Heading up to the Pigeon soon for some camping and fishing. I plan on keeping fish but not sure on the rules of river, if some one could link the DNR website that holds all that info or if some one could just tell me that would also be appreciated. Thanks to all!


----------



## Trout King (May 1, 2002)

https://www.michigan.gov/dnr/0,4570,7-350-79119_79146_82436---,00.html

Take this link down to inland guide and regs link. There is gear restricted water on the pigeon, so make sure you know where that is too. Good luck, beatutiful country up there and the fishing os usually okay too!


----------



## PunyTrout (Mar 23, 2007)

flyfisher502 said:


> Heading up to the Pigeon soon for some camping and fishing. I plan on keeping fish but not sure on the rules of river, if some one could link the DNR website that holds all that info or if some one could just tell me that would also be appreciated. Thanks to all!


Look on page 42 of the 2019 Fishing Guide for the regs on the gear-restricted sections.

*Pigeon River*:Cheboygan and Otsego Cos.) from Elk Hill Campground Horse Trail (T32N, R1W, S10; 45° 10’ 50.753" N/ 84° 25’ 27.866" W) to Pine Grove Campground Stairs (T33N, R1W, S17; 45° 14’ 38.497" N/ 84° 26’ 47.983" W): Fishing Season: open all year; Possession Season: last Sat. in April – Sep. 30 for brook trout and brown trout; open all year for rainbow trout; *Tackle: artificial lures only; Daily Possession Limit: 2 trout; with no more than 1 brown trout; Size Limits: minimum size limit: brook trout and rainbow trout — 10"; brown trout — 12". *Mileage: 5.3 miles.


----------



## Martin Looker (Jul 16, 2015)

Nothing like asking someone else to do your home work.


----------



## skipper34 (Oct 13, 2005)

Martin Looker said:


> Nothing like asking someone else to do your home work.


Come on now, Looker, that doesn't really bother you now does it? Is this forum not for education as well?


----------



## Martin Looker (Jul 16, 2015)

I found the best spots with a county map book and hundreds of miles on my truck. I learned the rules by reading the book and yes I check for changes every year. So if someone cannot figure these simple things out for themselves maybe they should stay in camp.


----------



## skipper34 (Oct 13, 2005)

Martin Looker said:


> I found the best spots with a county map book and hundreds of miles on my truck. I learned the rules by reading the book and yes I check for changes every year. So if someone cannot figure these simple things out for themselves maybe they should stay in camp.

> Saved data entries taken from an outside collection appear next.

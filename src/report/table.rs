//! A plain text table: header, rows of cells, columns aligned (numbers right, text left).

use std::fmt::Write as _;

/// A text table built row by row.
#[derive(Debug, Clone, Default)]
pub struct Table {
    header: Vec<String>,
    rows: Vec<Vec<String>>,
}

impl Table {
    /// A table with these column names.
    pub fn new<S: Into<String>>(header: impl IntoIterator<Item = S>) -> Self {
        Table {
            header: header.into_iter().map(Into::into).collect(),
            rows: Vec::new(),
        }
    }
    /// Appends a row (missing cells are blank).
    pub fn row<S: Into<String>>(&mut self, cells: impl IntoIterator<Item = S>) {
        self.rows.push(cells.into_iter().map(Into::into).collect());
    }
    /// Number of rows.
    pub fn len(&self) -> usize {
        self.rows.len()
    }
    /// True when there are no rows.
    pub fn is_empty(&self) -> bool {
        self.rows.is_empty()
    }
    /// Renders the table; numeric cells are right-aligned.
    pub fn render(&self) -> String {
        let cols = self.header.len();
        let mut w: Vec<usize> = self.header.iter().map(|h| h.chars().count()).collect();
        for r in &self.rows {
            for (i, c) in r.iter().enumerate().take(cols) {
                w[i] = w[i].max(c.chars().count());
            }
        }
        let is_num = |c: &str| {
            !c.is_empty()
                && c.chars()
                    .all(|ch| ch.is_ascii_digit() || "+-.eE%≥".contains(ch))
        };
        // A column is numeric (right-aligned, header too) when its non-blank cells are.
        let numeric_col: Vec<bool> = (0..cols)
            .map(|i| {
                let mut cells = self
                    .rows
                    .iter()
                    .filter_map(|r| r.get(i))
                    .filter(|c| !c.is_empty() && c.as_str() != "-");
                let mut any = false;
                let all = cells.all(|c| {
                    any = true;
                    is_num(c)
                });
                any && all
            })
            .collect();
        let mut out = String::new();
        let line = |out: &mut String, cells: &[String]| {
            let mut s = String::new();
            for (i, width) in w.iter().enumerate() {
                let c = cells.get(i).map(String::as_str).unwrap_or("");
                let numeric = numeric_col[i];
                if i > 0 {
                    s.push_str("  ");
                }
                if numeric {
                    let _ = write!(s, "{c:>width$}");
                } else {
                    let _ = write!(s, "{c:<width$}");
                }
            }
            out.push_str(s.trim_end());
            out.push('\n');
        };
        line(&mut out, &self.header);
        let rule: Vec<String> = w.iter().map(|n| "-".repeat(*n)).collect();
        line(&mut out, &rule);
        for r in &self.rows {
            line(&mut out, r);
        }
        out
    }
}

#[cfg(test)]
mod tests {
    #[test]
    fn aligns_numbers_right() {
        let mut t = super::Table::new(["name", "n"]);
        t.row(["a", "1"]);
        t.row(["bb", "100"]);
        assert_eq!(t.render(), "name    n\n----  ---\na       1\nbb    100\n");
    }
}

Maybe you should lobby the mods to make a rule that no how-to questions be asked on these forums.


----------



## Martin Looker (Jul 16, 2015)

Ask all you want just don't expect too many answers.


----------



## Trout King (May 1, 2002)

Martin Looker said:


> Ask all you want just don't expect too many answers.


 I'd rather have a fellow sportsman ask on here and get provided proper information than not know the rules and get in trouble. He only asked for regulations on a well known stream, not for anyone's honey hole.


----------